This is in no way a definitive answer, and I do not intend it as such.
Many problems of interest to computer scientists can be phrased as graph problems, and as a result graph theory shows up quite a lot in complexity theory. The computational effort required to determine where two graphs are isomorphic, for example, is currently a topic of much interest in complexity theory (it is neither known to be NP-complete nor contained in P, BPP or BQP, but is clearly in NP). Graph non-isomorphism, on the other hand, has a very nice zero-knowledge proof (another area of study in complexity theory). Many complexity classes have graph problems which are complete for that class (under some reduction).
However it is not just complexity theory that makes use of graph theory. As you can see from some of the other answers, there is quite an array of problems for which the language of graph theory is most appropriate.
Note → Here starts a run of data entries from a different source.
describe('captures that back a revision', () => {
  /** A session cookie for multipart uploads (the api client sends JSON). */
  async function cookieOf(email: string) {
    const signIn = await fetch(`${inject('baseURL')}/api/auth/sign-in`, { method: 'POST', headers: { 'content-type': 'application/json' }, body: JSON.stringify({ email, password: FACTORY_PASSWORD }) })
    expect(signIn.status).toBe(200)
    return signIn.headers.getSetCookie().map((c) => c.split(';')[0]).join('; ')
  }
  async function upload(linkId: number, text: string, name: string, fields: Record<string, string> = {}) {
    const form = new FormData()
    for (const [k, v] of Object.entries(fields)) form.set(k, v)
    form.set('file', new Blob([text], { type: 'text/csv' }), name)
    const res = await fetch(`${inject('baseURL')}/api/links/${linkId}/captures`, { method: 'POST', body: form, headers: { cookie: await cookieOf(w.users.engineer.email) } })
    const data = await res.json()
    expect(res.status, JSON.stringify(data)).toBe(202)
    return data as { id: number; sha256: string; size: number }
  }
  async function settled(id: number) {
    const end = Date.now() + 30_000
    for (;;) {
      const res = await w.clients.viewer.get(`/api/captures/${id}`)
      if (res.data.status === 'done' || res.data.status === 'failed' || Date.now() > end) return res.data
      await new Promise((r) => setTimeout(r, 250))
    }
  }

  it('a freeze records the done captures with their measured numbers; deleting a capture leaves the revision as it was', async () => {
    const linkId = (await buildLink(w.clients.engineer, projectId, buildLinkSpec('telemetry', 'Captured telemetry'))).id
    const none = await freeze(linkId)
    expect(none.captures).toEqual([])

    const { text, edges } = couplerCapture()
    const up = await upload(linkId, text, 'bench 0412.csv', { label: 'coupler at 4.7k', rl: '4700' })
    // a capture whose extraction fails (a malformed line past the part checked at upload) backs nothing
    const lines = text.split('\n')
    lines[60_000] = 'not,a,number'
    const bad = await upload(linkId, lines.join('\n'), 'broken.csv')
    const capture = await settled(up.id)
    expect(capture.status, JSON.stringify(capture.error)).toBe('done')
    expect((await settled(bad.id)).status).toBe('failed')

    // the measured point applied to the coupler stage, saved through the ordinary PATCH
    const link = await w.clients.engineer.get(`/api/links/${linkId}`)
    const { spec } = applyCaptureToStage(link.data.spec, { channel: 0, stage: 0 }, capture.result, 'characterization', { rl: 4700 })
    expect((await w.clients.engineer.patch(`/api/links/${linkId}`, { version: link.data.version, spec })).status).toBe(200)

    const r = await freeze(linkId)
    expect(r.captures).toHaveLength(1)
    const c = r.captures[0]
    const p = capture.result.pairing
    expect(c).toMatchObject({
      id: up.id,
      label: 'coupler at 4.7k',
      fileName: 'bench 0412.csv',
      sha256: up.sha256,
      size: up.size,
      uploadedBy: { id: w.users.engineer.id, name: 'Test engineer' },
      uploadedAt: capture.createdAt,
      input: { number: 1, name: 'TX pin (V)' },
      output: { number: 2, name: 'Coupler out (V)', tr: capture.result.channels[1].tr, tf: capture.result.channels[1].tf },
      inverting: true,
      rl: 4700,
      available: true,
      appliedTo: { channelId: spec.channels[0]!.id, stageIndex: 0, as: 'characterization' },
    })
    expect(c.tPLH).toEqual(p.tPLH)
    expect(c.tPHL).toEqual(p.tPHL)
    expect(c.tPLH.count + c.tPHL.count).toBe(edges)
    expect(Math.abs(c.tPLH.mean - 22e-6)).toBeLessThan(0.1e-6)
    expect(Math.abs(c.tPHL.mean - 3e-6)).toBeLessThan(0.1e-6)
    // the earlier revision, frozen before the upload, stays without captures
    expect((await w.clients.viewer.get(`/api/reports/${none.id}`)).data.captures).toEqual([])

    // the column is frozen: the trigger refuses an UPDATE of it, by SQL or through the model
    const db = useTestDb()
    await expect(db.query(`UPDATE report_revisions SET captures = '[]'::jsonb WHERE id = :id`, { replacements: { id: r.id } })).rejects.toThrow(/immutable/)
    await expect(ReportRevision.update({ captures: [] }, { where: { id: r.id } })).rejects.toThrow(/immutable/)
    const [row] = await db.query<{ captures: { id: number }[] }>('SELECT captures FROM report_revisions WHERE id = :id', { replacements: { id: r.id }, type: QueryTypes.SELECT })
    expect(row!.captures.map((x) => x.id)).toEqual([up.id])

    const pdf = await fetchBytes(w.users.viewer.email, `/reports/${r.id}/report.pdf`)
    expect(pdf.status).toBe(200)
    const file = path.join(dir, 'captures.pdf')
    writeFileSync(file, pdf.body)
    const pdfTextOut = execFileSync('pdftotext', ['-layout', file, '-'], { encoding: 'utf8' })
    expect(pdfTextOut).toContain('Captures that back this revision')
    expect(pdfTextOut).toContain(`Capture ${up.id}: coupler at 4.7k`)
    expect(pdfTextOut).toContain(pdfText(formatEng(c.tPLH.mean, 's', { digits: 4 })))
    expect(pdfTextOut).toContain(pdfText(formatEng(c.tPHL.mean, 's', { digits: 4 })))

    expect((await w.clients.engineer.delete(`/api/captures/${up.id}`)).status).toBe(204)
    expect((await w.clients.viewer.get(`/api/captures/${up.id}`)).status).toBe(404)
    const after = await w.clients.viewer.get(`/api/reports/${r.id}`)
    expect(after.status).toBe(200)
    expect(after.data.captures).toEqual([{ ...c, available: false }])
    writeFileSync(file, (await fetchBytes(w.users.viewer.email, `/reports/${r.id}/report.pdf`)).body)
    const afterPdf = execFileSync('pdftotext', ['-layout', file, '-'], { encoding: 'utf8' })
    expect(afterPdf.replace(/\s+/g, ' ')).toContain('since deleted')
    expect(afterPdf).toContain(pdfText(formatEng(c.tPLH.mean, 's', { digits: 4 })))
    // the review state still moves on a revision with captures
    const sub = await w.clients.engineer.post(`/api/reports/${r.id}/submit`, { reviewerId: w.users.reviewer.id })
    expect(sub.status, JSON.stringify(sub.data)).toBe(200)
    expect(sub.data.captures).toEqual(after.data.captures)
  })
})
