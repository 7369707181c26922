// Bitslack: Nuxt 4 app. Nothing here fetches from the network at build or run time:
// fonts come from @fontsource packages, devtools and telemetry are off.
export default defineNuxtConfig({
  compatibilityDate: '2025-07-15',
  devtools: { enabled: false },
  telemetry: false,
  modules: ['@pinia/nuxt', '@nuxtjs/tailwindcss', 'nuxt-auth-utils'],
  css: ['~/assets/css/main.css'],
  tailwindcss: { cssPath: false, viewer: false },
  app: {
    head: {
      htmlAttrs: { lang: 'en' },
      title: 'Bitslack',
      meta: [
        { name: 'viewport', content: 'width=device-width, initial-scale=1' },
        { name: 'description', content: 'Timing budgets for UART and SPI links across galvanic isolation' },
      ],
      link: [{ rel: 'icon', type: 'image/svg+xml', href: '/favicon.svg' }],
    },
  },
  runtimeConfig: {
    databaseUrl: '',
    public: { appVersion: process.env.npm_package_version || '0.1.0' },
  },
  nitro: {
    // Sequelize loads its dialect by name; keep pg and sequelize outside the bundle.
    externals: { external: ['pg', 'pg-hstore', 'sequelize'] },
    ...(process.env.BITSLACK_OUTPUT_DIR ? { output: { dir: process.env.BITSLACK_OUTPUT_DIR } } : {}),
  },
  typescript: { strict: true },
  // scripts/test.sh builds into its own folders so concurrent runs never share a build
  ...(process.env.BITSLACK_BUILD_DIR ? { buildDir: process.env.BITSLACK_BUILD_DIR } : {}),
})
There are far to many applications to provide a diffinitive list, so instead I will leave you with an example of how graph theory plays a fundamental role in my own area of research.
Measurement-based quantum computation is a model of computation which does not have a counterpart in the classical world. In this model, the computation is driven by making measurements on a special class of quantum states. These states are known as graph states, because each state can be uniquely identified with an undirected graph with a number of vertices equal to the number of qubits in the graph state. This link with graph theory is more than coincidental, however. We know that an important class of measurements (Pauli-basis measurements in case you are interested) map the underlying graph state to a new graph state on one less qubit, and the rules by which this occurs are well understood. Further, properties of the underlying graph family (it's flow and g-flow) determined fully whether it supports universal computation. Lastly, for any graph G' which can be reached from another graph G by an arbitrary sequence of complementing the edges of the neighbourhood of a vertex can be reached by single-qubit operations alone, and so are equally powerful as a resource for computation. This is interesting because the number of edges, maximum of the vertex degrees, etc. can change drastically.